Just look to the first half of this year as the perfect example of how failing to invest excess cash might lead to missed opportunities. The S&P 500 climbed over 14%, and the tech-heavy NASDAQ set a new record by surging an astonishing 38.8%. Meanwhile, the 1-year T-bill you purchased in January at a rate of 4.72% earned just 2.36%. That’s a massive spread in returns. From a market standpoint, you missed it.
What you don’t want is your excitement around cash yields to prevent you from putting your money to work. I’ll admit that I personally have leaned on cash a little too hard, attempting to thread the needle between short-term uncertainties and long-term opportunities. I did okay, but I could have done better. I too am not immune to overthinking things–I am human, after all. But revisiting an investor’s financial goals through planning-driven conversations will bring clarity to how and when to get in.

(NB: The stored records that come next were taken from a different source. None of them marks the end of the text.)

import { createRequire } from 'node:module';
import fc from 'fast-check';
import { all, create, type MathJsInstance } from 'mathjs';
import { beforeAll, describe, expect, it } from 'vitest';
import {
  DEGREE,
  degrees,
  editDistance,
  fromKnots,
  KINDS,
  KNOT,
  loadUnitEngine,
  nearest,
  parseQuantity,
  QuantityError,
  type QuantityKind,
  quickQuantity,
  radians,
  toKnots,
  type UnitEngine,
  unitEngineFrom,
  writeQuantity,
} from '../../src/units/index.js';

const BASE: Record<string, string> = {
  length: 'm',
  area: 'm2',
  volume: 'm3',
  mass: 'kg',
  angle: 'rad',
  speed: 'm/s',
  density: 'kg/m3',
  force: 'N',
};

let math: MathJsInstance;
beforeAll(() => {
  math = create(all!) as MathJsInstance;
  math.createUnit('kn', { definition: `${KNOT} m/s`, aliases: ['kt', 'kts', 'knot', 'knots'] });
});

describe('quantities in text', () => {
  it.each<[string, QuantityKind, number]>([
    ['16 ft 3 in', 'length', 16.25 * 0.3048],
    ['5\' 3"', 'length', 5.25 * 0.3048],
    ['5\'3"', 'length', 5.25 * 0.3048],
    ['-2 ft 6 in', 'length', -2.5 * 0.3048],
    ['16 ft 3 1/2 in', 'length', (16 + 3.5 / 12) * 0.3048],
    ['4200 mm', 'length', 4.2],
    ['4.2', 'length', 4.2],
    ['75 kg', 'mass', 75],
    ['12 stone 4 lb', 'mass', 172 * 0.45359237],
    ['12 deg', 'angle', (12 * Math.PI) / 180],
    ['12', 'angle', (12 * Math.PI) / 180],
    ['12°', 'angle', (12 * Math.PI) / 180],
    ['10 kn', 'speed', 18520 / 3600],
    ['7.06 m2', 'area', 7.06],
    ['76 ft²', 'area', 76 * 0.3048 ** 2],
    ['1025 kg/m3', 'density', 1025],
    ['56 %', 'ratio', 0.56],
    ['0.56', 'ratio', 0.56],
    ['15 °C', 'temperature', 15],
  ])('reads %s as %s', (text, kind, value) => {
    expect(parseQuantity(text, kind)).toBeCloseTo(value, 12);
  });

  it('agrees with mathjs to the last bit on every unit that both know, quotients to one unit in the last place', () => {
    let compared = 0;
    const skipped: string[] = [];
    for (const kind of Object.keys(BASE) as QuantityKind[]) {
      for (const unit of Object.keys(KINDS[kind].units)) {
        for (const number of ['1', '0.37', '4200', '1e-3', '-16.3', '7.06']) {
          const text = `${number} ${unit}`;
          let want: number;
          try {
            want = math.unit(text).toNumber(BASE[kind]!);
          } catch {
            if (!skipped.includes(unit)) skipped.push(unit);
            continue;
          }
          const got = quickQuantity(text, kind)!;
          // A quotient of units rounds once more in one order of working than in the other.
          if (unit.includes('/')) expect(Math.abs(got / want - 1), text).toBeLessThanOrEqual(2.3e-16);
          else expect(got, text).toBe(want);
          compared++;
        }
      }
    }
    expect(compared).toBeGreaterThan(250);
    // Signs and spellings mathjs does not have.
    const known = (u: string): boolean =>
      /['"°²³]|^metres?$|^(ft|in|yd)[23]$|^pounds?$|^kmh$|^mph$|^newtons$/.test(u);
    expect(skipped.filter((u) => !known(u))).toEqual([]);
  });

  it('reads back what it writes', () => {
    fc.assert(
      fc.property(
        fc.constantFrom(...(Object.keys(KINDS) as QuantityKind[])),
        fc.double({ min: -1e6, max: 1e6, noNaN: true }),
        (kind, value) => {
          const back = parseQuantity(writeQuantity(value, kind, 15), kind);
          expect(Math.abs(back - value)).toBeLessThanOrEqual(1e-13 * Math.abs(value));
        },
      ),
      { seed: 11, numRuns: 300 },
    );
  });

  it('never answers with anything but a finite number or a QuantityError', () => {
    fc.assert(
      fc.property(
        fc.constantFrom(...(Object.keys(KINDS) as QuantityKind[])),
        fc.oneof(fc.string(), fc.stringMatching(/^[0-9 .'"eEa-z%-]{0,20}$/)),
        (kind, text) => {
          try {
            expect(Number.isFinite(parseQuantity(text, kind))).toBe(true);
          } catch (error) {
            expect(error).toBeInstanceOf(QuantityError);
            expect((error as QuantityError).hint).not.toBe('');
          }
        },
      ),
      { seed: 12, numRuns: 2000 },
    );
  });

  it.each<[string, QuantityKind, RegExp, RegExp]>([
    ['12 kg', 'length', /"12 kg" is a mass, but a length is wanted/, /4\.2 m/],
    ['NaN', 'length', /not a finite number/, /4\.2 m/],
    ['.inf', 'mass', /not a finite number/, /75 kg/],
    ['4,2 m', 'length', /is not a length/, /decimal point: 4\.2 m/],
    ['', 'area', /nothing written/, /7\.06 m2/],
    ['long', 'length', /"long" is not a length/, /number with a unit/],
    ['1e400', 'length', /is not a length/, /number with a unit/],
    ['3 in 16 ft', 'length', /is not a length/, /units: m/],
  ])('says what is wrong with %j as %s', (text, kind, message, hint) => {
    let caught: unknown;
    try {
      parseQuantity(text, kind);
    } catch (error) {
      caught = error;
    }
    expect(caught).toBeInstanceOf(QuantityError);
    expect((caught as QuantityError).message).toMatch(message);
    expect((caught as QuantityError).hint).toMatch(hint);
  });
});

describe('the unit engine for everything else', () => {
  let engine: UnitEngine;
  beforeAll(async () => {
    engine = await loadUnitEngine();
  });

  it('is not made for what the quick reader knows', () => {
    const never = (): UnitEngine => {
      throw new Error('made without need');
    };
    expect(parseQuantity('16 ft 3 in', 'length', never)).toBeCloseTo(4.953, 12);
  });

  it('reads sums, products and rare units', () => {
    const lazy = (): UnitEngine => engine;
    expect(parseQuantity('2 * 3.1 m', 'length', lazy)).toBeCloseTo(6.2, 12);
    expect(parseQuantity('5 m + 20 cm', 'length', lazy)).toBeCloseTo(5.2, 12);
    expect(parseQuantity('0.5 mile', 'length', lazy)).toBeCloseTo(804.672, 9);
    expect(parseQuantity('2 kn * 1.5', 'speed', lazy)).toBeCloseTo(3 * KNOT, 12);
    expect(parseQuantity('1 / 2', 'ratio', lazy)).toBe(0.5);
  });

  it('keeps the kind, and refuses everything but arithmetic', () => {
    expect(engine('2 * 3 kg', 'length')).toBeUndefined();
    expect(engine('import("x")', 'length')).toBeUndefined();
    expect(engine('f(x) = 3 m', 'length')).toBeUndefined();
    expect(engine('sqrt(4) m', 'length')).toBeUndefined();
    expect(engine('1 / 0', 'ratio')).toBe(Number.POSITIVE_INFINITY);
    expect(() => parseQuantity('1 / 0', 'ratio', () => engine)).toThrow(QuantityError);
    expect(() => parseQuantity('1 m / 0', 'length', () => engine)).toThrow(QuantityError);
  });

  it('works on the build that Node loads without waiting, too', () => {
    const require = createRequire(import.meta.url);
    expect(unitEngineFrom(require('mathjs'))('2 * 3.1 m', 'length')).toBeCloseTo(6.2, 12);
  });
});

describe('exact factors and angles', () => {
  it('converts knots and degrees there and back', () => {
    expect(KNOT).toBe(1852 / 3600);
    expect(toKnots(fromKnots(7))).toBeCloseTo(7, 14);
    expect(degrees(radians(33))).toBeCloseTo(33, 13);
    expect(180 * DEGREE).toBe(Math.PI);
  });
});

describe('slips of the pen', () => {
  it('counts edits, a swap of neighbours as one', () => {
    expect(editDistance('luff', 'luff')).toBe(0);
    expect(editDistance('luf', 'luff')).toBe(1);
    expect(editDistance('foot', 'luff')).toBe(4);
    expect(editDistance('jbi', 'jib')).toBe(1);
  });

  it('suggests the nearest word only when it is near', () => {
    const words = ['waterline_length', 'waterline_beam', 'canoe_draft'];
    expect(nearest('waterline_lenght', words)).toBe('waterline_length');
    expect(nearest('Waterline Beam', words)).toBe('waterline_beam');
    expect(nearest('keel', words)).toBeUndefined();
  });
});
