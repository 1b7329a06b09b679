"""``floorswing fit``: how far the robot turns for what it is told."""

from __future__ import annotations

from pathlib import Path
from typing import TYPE_CHECKING, Any

import click

if TYPE_CHECKING:
    from floorswing.fitting import FitResult

LABELS = {
    "gain_deg_per_wheel_deg": ("gain, deg per wheel deg", 5),
    "dead_band_wheel_deg": ("dead band, wheel deg", 2),
    "effective_track_mm": ("effective track, mm", 2),
    "contact_fraction": ("contact fraction", 3),
    "repeatability_deg": ("repeatability, deg", 3),
}


@click.command(short_help="Fit heading change against commanded wheel degrees.")
@click.argument("folders", nargs=-1, required=True, type=click.Path(path_type=Path), metavar="DIR...")
@click.option("--out", type=click.Path(path_type=Path), help="File to write.  [default: fit.json in the first DIR]")
@click.option("--keep-strays", is_flag=True, help="Keep turns far from all others in the fit.")
@click.option("--json", "as_json", is_flag=True, help="Print fit.json instead of tables.")
def command(folders: tuple[Path, ...], out: Path | None, as_json: bool, keep_strays: bool = False) -> None:
    """Fit the relation to the measured clips in each DIR: folders that `measure` wrote.

    All clips must be of one robot on one floor. Written are gain, dead band, effective track, contact fraction and
    repeatability, each with its uncertainty and 95 % interval, and which turns were left out and why.
    """
    from floorswing.consistency_report import consistency_sentences, consistency_table
    from floorswing.fitting import FIT_FILE, fit, fit_json, sentences

    target = out or folders[0] / FIT_FILE
    result = fit(folders, target, keep_strays=keep_strays)
    if as_json:
        click.echo(fit_json(result), nl=False)
        return
    click.echo(_table(result) + "\n")
    for line in sentences(result):
        click.echo(line)
    if result.consistency is not None:
        click.echo("\n" + consistency_table(result.consistency) + "\n")
        for line in consistency_sentences(result.consistency):
            click.echo(line)
    for one in result.left_out:
        click.echo(f"Left out: turn {one.turn} of {one.clip}, since {one.reason}.")
    click.echo(f"Written to {target}")


def _table(result: FitResult) -> str:
    from calib.models import SIDE_NAMES
    from floorswing.fitting import quantities
    from floorswing.tables import table

    sides: list[tuple[str, float | None]] = [("both directions", None)]
    if result.fit.model.separate_gains:
        sides = [(SIDE_NAMES[side], side) for side in result.fit.sides] + sides
    columns = [quantities(result, side) for _, side in sides]
    rows = [
        [label, *(_cell(column[name], decimals) for column in columns)]
        for name, (label, decimals) in LABELS.items()
        if any(column[name] is not None for column in columns)
    ]
    return table(["", *(name for name, _ in sides)], rows)


def _cell(one: dict[str, Any] | None, decimals: int) -> str:
    if one is None:
        return "-"
    low, high = ("none" if one[end] is None else f"{one[end]:.{decimals}f}" for end in ("low", "high"))
    return f"{one['value']:.{decimals}f} [{low}, {high}]"
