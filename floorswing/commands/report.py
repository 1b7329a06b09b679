"""``floorswing report``: the answer, the pictures and the evidence on one page."""

from __future__ import annotations

import math
from collections.abc import Iterator
from contextlib import contextmanager
from pathlib import Path
from typing import TYPE_CHECKING

import click

from floorswing.progress import Bar

if TYPE_CHECKING:
    from floorswing.report.making import Progress


@click.command(short_help="Write the report: answer, pictures, evidence and record on one page.")
@click.argument("folders", nargs=-1, required=True, type=click.Path(path_type=Path), metavar="DIR...")
@click.option("--out", type=click.Path(path_type=Path), help="File to write.  [default: report.html in the first DIR]")
@click.option("--clips", type=click.Path(path_type=Path), help="Folder where the clips are now, if they were moved.")
@click.option("--overlay", is_flag=True, help="Also write each clip with outlines, heading and change drawn in.")
@click.option(
    "--margin-deg", type=float, default=1.0, show_default=True, help="Difference of heading that does not matter."
)
def command(folders: tuple[Path, ...], out: Path | None, clips: Path | None, overlay: bool, margin_deg: float) -> None:
    """Write a report on the measured clips in each DIR: folders that `measure` wrote, or folders of these.

    The page is one HTML file that needs nothing else: it opens from a mail and prints. Clips of one robot on one
    surface are fitted together; several robots or surfaces are compared. The stills are taken from the clips, if they
    are still where they were measured.
    """
    from floorswing.report.making import write_report

    if not (math.isfinite(margin_deg) and margin_deg > 0.0):
        raise click.UsageError(f"--margin-deg: found {margin_deg:g}; accepted: degrees above 0")
    with _bars() as progress:
        written = write_report(folders, out, clips=clips, overlay=overlay, margin_deg=margin_deg, progress=progress)
    for said in written.without_pictures:
        click.echo(f"Warning: {said}", err=True)
    n_turns = sum(len(subject.seen) for subject in written.subjects)
    click.echo(f"{n_turns} turns; {written.size / 1e6:.1f} MB")
    for path in (written.path, *written.overlays):
        click.echo(f"Written to {path}")


@contextmanager
def _bars() -> Iterator[Progress]:
    """Yield what shows a bar for one piece of work after the other."""
    open_bars: dict[str, Bar] = {}

    def told(what: str, share: float) -> None:
        if what not in open_bars:
            close()
            open_bars[what] = Bar(what)
        open_bars[what](share)

    def close() -> None:
        for bar in open_bars.values():
            bar.__exit__(None, None, None)
        open_bars.clear()

    try:
        yield told
    finally:
        close()
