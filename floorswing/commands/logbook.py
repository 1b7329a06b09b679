"""``floorswing logbook``: trials and fits over months, and questions to them."""

from __future__ import annotations

import datetime
import json
from dataclasses import asdict
from pathlib import Path
from typing import Any

import click

from floorswing.options import angle_of

SELECTION = click.argument("selection", nargs=-1, metavar="[KEY=VALUE]...")
AS_JSON = click.option("--json", "as_json", is_flag=True, help="Print JSON instead of text.")


@click.group(short_help="Keep trials over months, and ask them.")
@click.option(
    "--file",
    "path",
    type=click.Path(path_type=Path, dir_okay=False),
    help="The logbook's file.  [default: $FLOORSWING_LOGBOOK, or one in the user's data folder]",
)
@click.pass_context
def command(context: click.Context, path: Path | None) -> None:
    """Keep measured trials and fits, and ask them.

    KEY=VALUE selects trials: robot=..., surface=..., since=2026-01-31, until=..., or a column of the commands file.
    """
    from floorswing.logbook.store import default_path

    context.obj = path if path is not None else default_path()


@command.command()
@click.argument("folders", nargs=-1, required=True, type=click.Path(path_type=Path), metavar="DIR...")
@click.option("--date", "date", metavar="YYYY-MM-DD", help="Day of filming.  [default: when it was measured]")
@click.option("--note", default="", help="A remark kept with the trials.")
@click.pass_obj
def add(path: Path, folders: tuple[Path, ...], date: str | None, note: str) -> None:
    """Take in what `measure` and `fit` wrote; adding twice changes nothing."""
    from floorswing.logbook.selection import day
    from floorswing.logbook.store import add as add_all

    filmed_on = datetime.date.fromisoformat(day(date)) if date is not None else None
    added = add_all(path, folders, filmed_on=filmed_on, note=note)
    for one in added:
        click.echo(f"{one.kind} {one.name}: {'added' if one.is_new else 'already there'}")
    click.echo(f"{sum(one.is_new for one in added)} added to {path}", err=True)


@command.command(name="list")
@SELECTION
@AS_JSON
@click.pass_obj
def list_(path: Path, selection: tuple[str, ...], as_json: bool) -> None:
    """List trials."""
    from floorswing.logbook.selection import parsed, some_trials
    from floorswing.logbook.store import opened
    from floorswing.tables import table

    with opened(path) as connection:
        found = some_trials(connection, parsed(selection))
    if as_json:
        _print_json([asdict(one) for one in found])
        return
    header = ["trial", "day", "robot", "surface", "clip", "turns", "gain, deg per wheel deg", "repeatability, deg"]
    rows = [
        [
            str(one.id),
            one.filmed_on,
            one.robot,
            one.surface,
            one.name,
            f"{one.n_used} of {one.n_turns}",
            "-" if one.gain is None else f"{one.gain:.4f} (u {one.u_gain:.4f})",
            "-" if one.repeatability_deg is None else f"{one.repeatability_deg:.2f}",
        ]
        for one in found
    ]
    click.echo(table(header, rows))


@command.command()
@SELECTION
@click.option(
    "--of", "quantity", type=click.Choice(["gain", "repeatability", "command"]), default="gain", show_default=True
)
@click.option("--angle", default="90", show_default=True, metavar="DEG", help="Wanted angle of the command.")
@AS_JSON
@click.pass_obj
def trend(path: Path, selection: tuple[str, ...], quantity: str, angle: str, as_json: bool) -> None:
    """Chart a quantity over time, with limits; name what does not look like the rest."""
    from floorswing.files import plain
    from floorswing.logbook.selection import parsed
    from floorswing.logbook.store import opened
    from floorswing.logbook.trend import trend as trend_of
    from floorswing.logbook.trend import trend_sentences

    with opened(path) as connection:
        found = trend_of(connection, parsed(selection), quantity, angle_of("--angle", angle))
    if as_json:
        _print_json(plain(found))
        return
    for line in trend_sentences(found):
        click.echo(line)


@command.command()
@click.argument("folders", nargs=-1, required=True, type=click.Path(path_type=Path), metavar="DIR...")
@click.option(
    "--angle", "angles", multiple=True, metavar="DEG", help="Wanted angle, may be repeated.  [default: 90, -90]"
)
@click.option(
    "--margin-deg",
    type=click.FloatRange(0.0, min_open=True),
    default=1.0,
    show_default=True,
    help="Drift that does not matter.",
)
@click.option("--against", "against", multiple=True, metavar="KEY=VALUE", help="Stored trials to check.")
@AS_JSON
@click.pass_obj
def check(
    path: Path,
    folders: tuple[Path, ...],
    angles: tuple[str, ...],
    margin_deg: float,
    against: tuple[str, ...],
    as_json: bool,
) -> None:
    """Say whether the stored fit still holds, by a short new trial, and what to command now."""
    from floorswing.files import plain
    from floorswing.logbook.checks import check_folders, check_sentences
    from floorswing.logbook.selection import parsed
    from floorswing.logbook.store import opened

    wanted = [angle_of("--angle", text) for text in angles] or [90.0, -90.0]
    with opened(path) as connection:
        basis, found = check_folders(
            connection, folders, wanted, margin_deg=margin_deg, against=parsed(against) if against else None
        )
    if as_json:
        _print_json({"checked": basis, "checks": [plain(one) for one in found]})
        return
    for line in check_sentences(basis, found):
        click.echo(line)


@command.command()
@click.argument("out", type=click.Path(path_type=Path, file_okay=False), metavar="OUT")
@SELECTION
@click.option("--angle", "angles", multiple=True, metavar="DEG", help="Wanted angle, may be repeated.")
@click.pass_obj
def export(path: Path, out: Path, selection: tuple[str, ...], angles: tuple[str, ...]) -> None:
    """Write commands for the robot's program into OUT: CSV, JSON, C header, Python module.

    Without --angle, for 45, 90, 180 and 360 degrees each way.
    """
    from floorswing.logbook.constants import constants, write_constants
    from floorswing.logbook.selection import parsed
    from floorswing.logbook.store import LogbookError, opened

    usual = [side * size for size in (45.0, 90.0, 180.0, 360.0) for side in (1.0, -1.0)]
    wanted = [angle_of("--angle", text) for text in angles] or usual
    with opened(path) as connection:
        found, problems = constants(connection, parsed(selection), wanted)
    for problem in problems:
        click.echo(f"Warning: {problem}", err=True)
    if not found:
        raise LogbookError("nothing to export: no robot and surface of these trials has a relation for those angles")
    for file in write_constants(found, out):
        click.echo(str(file))


@command.command()
@click.argument("out", type=click.Path(path_type=Path, file_okay=False), metavar="OUT")
@click.pass_obj
def save(path: Path, out: Path) -> None:
    """Write everything into OUT as open files (CSV and JSON)."""
    from floorswing.logbook.exchange import save as save_all
    from floorswing.logbook.store import opened

    with opened(path) as connection:
        n_trials, n_fits = save_all(connection, out)
    click.echo(f"{n_trials} trials and {n_fits} fits in {out}")


@command.command()
@click.argument("folder", type=click.Path(path_type=Path, file_okay=False), metavar="DIR")
@click.pass_obj
def load(path: Path, folder: Path) -> None:
    """Take in everything that `save` wrote into DIR."""
    from floorswing.logbook.exchange import load as load_all
    from floorswing.logbook.store import opened

    with opened(path, must_exist=False) as connection:
        n_trials, n_fits = load_all(connection, folder)
    click.echo(f"{n_trials} new trials and {n_fits} new fits in {path}")


def _print_json(document: Any) -> None:
    click.echo(json.dumps(document, indent=2, ensure_ascii=False, allow_nan=False))
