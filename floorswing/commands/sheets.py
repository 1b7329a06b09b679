"""``floorswing sheets``: markers and floor cards to print."""

from __future__ import annotations

from pathlib import Path
from typing import TYPE_CHECKING

import click

from floorswing.errors import FileError
from floorswing.keys import listed

if TYPE_CHECKING:
    from floorswing.sheets.making import SheetOrder

SMALLEST_MM = 15.0
LARGEST_MM = 250.0
SIDE = click.FloatRange(SMALLEST_MM, LARGEST_MM)


@click.command(short_help="Make the sheets to print: robot markers and floor cards in true scale.")
@click.option(
    "--paper",
    type=click.Choice(["A4", "Letter"], case_sensitive=False),
    default="A4",
    show_default=True,
    help="Paper in the printer.",
)
@click.option(
    "--marker-mm",
    "marker_mm",
    type=SIDE,
    multiple=True,
    default=(30.0, 40.0, 60.0),
    show_default=True,
    help="Side of the robot's markers; give it again for a pair in another size.",
)
@click.option("--card-mm", type=SIDE, default=60.0, show_default=True, help="Side of the floor cards.")
@click.option(
    "--cards",
    "n_cards",
    type=click.IntRange(0, 20),
    default=6,
    show_default=True,
    help="How many floor cards.",
)
@click.option(
    "--dictionary",
    default=None,
    help="Code dictionary, by OpenCV's name less DICT_.  [default: APRILTAG_36h11]",
)
@click.option(
    "--trial",
    type=click.Path(path_type=Path),
    default=None,
    help="Trial file to take the dictionary and the ids from.",
)
@click.option(
    "--out",
    type=click.Path(path_type=Path),
    default=None,
    help="PDF file to write.  [default: floorswing-sheets-PAPER.pdf here]",
)
@click.option("--overwrite", is_flag=True, help="Replace the PDF file if it exists.")
def command(
    paper: str,
    marker_mm: tuple[float, ...],
    card_mm: float,
    n_cards: int,
    dictionary: str | None,
    trial: Path | None,
    out: Path | None,
    overwrite: bool,
) -> None:
    """Make a PDF with the two robot markers in a few sizes, floor cards, and short advice.

    Every sheet has a 150 mm and a 100 mm bar to check the print with a ruler; the first one says what to
    enter in the trial file if they measure otherwise. Codes are outlines, sharp at any resolution.
    """
    from floorswing.sheets.layout import paper_named
    from floorswing.sheets.making import make_sheets
    from floorswing.writing import write_whole

    chosen = paper_named(paper)
    path = out or Path(f"floorswing-sheets-{chosen.name}.pdf")
    if path.exists() and not overwrite:
        raise FileError(f"{path}: is there already; use --overwrite to replace it, or another --out")
    order = _order(marker_mm, card_mm, n_cards, dictionary, trial)
    write_whole(path, make_sheets(order, chosen))
    click.echo(f"Wrote {path} for {chosen.name}: {_contents(order)}.")
    click.echo("Print it at 100 %, check both bars with a ruler, and read the first sheet.")


def _order(
    marker_mm: tuple[float, ...], card_mm: float, n_cards: int, dictionary: str | None, trial: Path | None
) -> SheetOrder:
    from floorswing.sheets.making import SheetOrder
    from floorswing.trial import DEFAULT_DICTIONARY, Markers, dictionary_sizes, read_trial

    if trial is not None and dictionary is not None:
        raise click.UsageError("--dictionary and --trial both say which codes to print; give one of them.")
    markers = read_trial(trial).markers if trial else Markers(dictionary=dictionary or DEFAULT_DICTIONARY)
    if markers.dictionary not in dictionary_sizes():
        known = listed(list(dictionary_sizes()))
        raise click.BadParameter(
            f"{markers.dictionary!r} is not known; accepted: {known}.", param_hint="--dictionary"
        )
    first, last = markers.cards or (0, -1)
    return SheetOrder(
        dictionary=markers.dictionary,
        fore_id=markers.fore,
        aft_id=markers.aft,
        card_ids=range(first, last + 1)[:n_cards],
        marker_sides_mm=sorted(set(marker_mm)),
        card_side_mm=card_mm,
    )


def _contents(order: SheetOrder) -> str:
    """Return what is on the sheets, in words."""
    sides = listed([f"{side_mm:g}" for side_mm in order.marker_sides_mm])
    robot = (
        f"robot markers of {sides} mm (ids {order.fore_id} fore and {order.aft_id} aft, {order.dictionary})"
    )
    if not order.card_ids:
        return f"{robot}, no floor cards"
    first, last = order.card_ids[0], order.card_ids[-1]
    return f"{robot}, floor cards of {order.card_side_mm:g} mm (ids {first} to {last})"
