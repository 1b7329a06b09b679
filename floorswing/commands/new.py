"""``floorswing new``: a trial file from a few questions."""

from __future__ import annotations

import sys
from collections.abc import Callable, Mapping
from pathlib import Path
from typing import Any

import click

from floorswing.errors import FileError, FloorswingError
from floorswing.keys import listed
from floorswing.new_trial import QUESTIONS, Answer, Question, trial_text


def _with_questions(function: Callable[..., None]) -> Callable[..., None]:
    """Give a command one option for each question."""
    for question in reversed(QUESTIONS):
        optional = " Optional." if question.optional else ""
        words = f"{question.explain[0].upper()}{question.explain[1:]}.{optional}"
        option = click.option(question.option, question.parameter, default=None, help=words, metavar="VALUE")
        function = option(function)
    return function


@click.command(short_help="Write a trial file, asking for what it needs.")
@click.argument("path", type=click.Path(path_type=Path), default=Path("trial.toml"), metavar="[FILE]")
@_with_questions
@click.option("--overwrite", is_flag=True, help="Replace the file if it exists.")
def command(path: Path, overwrite: bool, **typed: str | None) -> None:
    """Write a trial file to FILE (trial.toml), with a comment on every line.

    In a terminal, what is not given as an option is asked for, with a line on what it is; an empty answer
    leaves out what is optional. Elsewhere everything that is not optional has to be given.
    """
    from floorswing.trial import trial_from_text
    from floorswing.writing import write_whole

    if path.exists() and not overwrite:
        raise FileError(f"{path}: is there already; use --overwrite to replace it, or give another name")
    given = {question: _given(question, typed[question.parameter]) for question in QUESTIONS}
    content = trial_text(_asked(given) if is_conversation() else _complete(given))
    trial = trial_from_text(content, path)
    write_whole(path, content)
    count = len(trial.commands.wheel_deg)
    click.echo(f"Wrote {path}: {trial.robot.name} on {trial.floor.surface}, {count} commands.")


def is_conversation() -> bool:
    """Return whether somebody is there to answer."""
    return sys.stdin is not None and sys.stdin.isatty()


def _given(question: Question, typed: str | None) -> Answer | None:
    """Return the answer given as an option."""
    if typed is None:
        return None
    try:
        return question.convert(typed)
    except ValueError as error:
        raise FloorswingError(f"{question.option}: found {typed!r}; {error}") from None


def _complete(given: Mapping[Question, Answer | None]) -> dict[tuple[str, str], Answer | None]:
    """Return the answers, once none that is needed is missing."""
    missing = [q.option for q, answer in given.items() if answer is None and not q.optional]
    if missing:
        raise FloorswingError(f"{listed(missing)} missing; give them, or run this in a terminal to be asked")
    return {(question.table, question.key): answer for question, answer in given.items()}


def _asked(given: Mapping[Question, Answer | None]) -> dict[tuple[str, str], Answer | None]:
    """Ask for what was not given."""
    return {
        (question.table, question.key): _ask(question) if answer is None else answer
        for question, answer in given.items()
    }


def _ask(question: Question) -> Answer | None:
    """Ask until the answer can be used; nothing leaves out what is optional."""
    optional = " (Enter to leave out)" if question.optional else ""
    click.echo(f"\n{question.explain[0].upper()}{question.explain[1:]}.")
    while True:
        typed: Any = click.prompt(f"{question.key}{optional}", default="", show_default=False)
        if not typed.strip() and question.optional:
            return None
        try:
            return question.convert(typed)
        except ValueError as error:
            click.echo(f"  found {typed!r}; {error}")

Investing is hard, because nothing stays the same forever. Our lives, the economy, and the markets are constantly in flux. Standing alone, each has the potential to trick us into deviating from our long-term strategies based on how we feel. Despite my best efforts with my clients, I always see systematic investment plans put on ice because of a slight change in the winds.
Today, it’s interest rates. Tomorrow, it will be something else.
By maintaining a balanced approach and resisting the urge to time the market, investors can navigate the ever-changing landscape with greater confidence, ensuring that they don't miss out on whatever it is they’re looking for.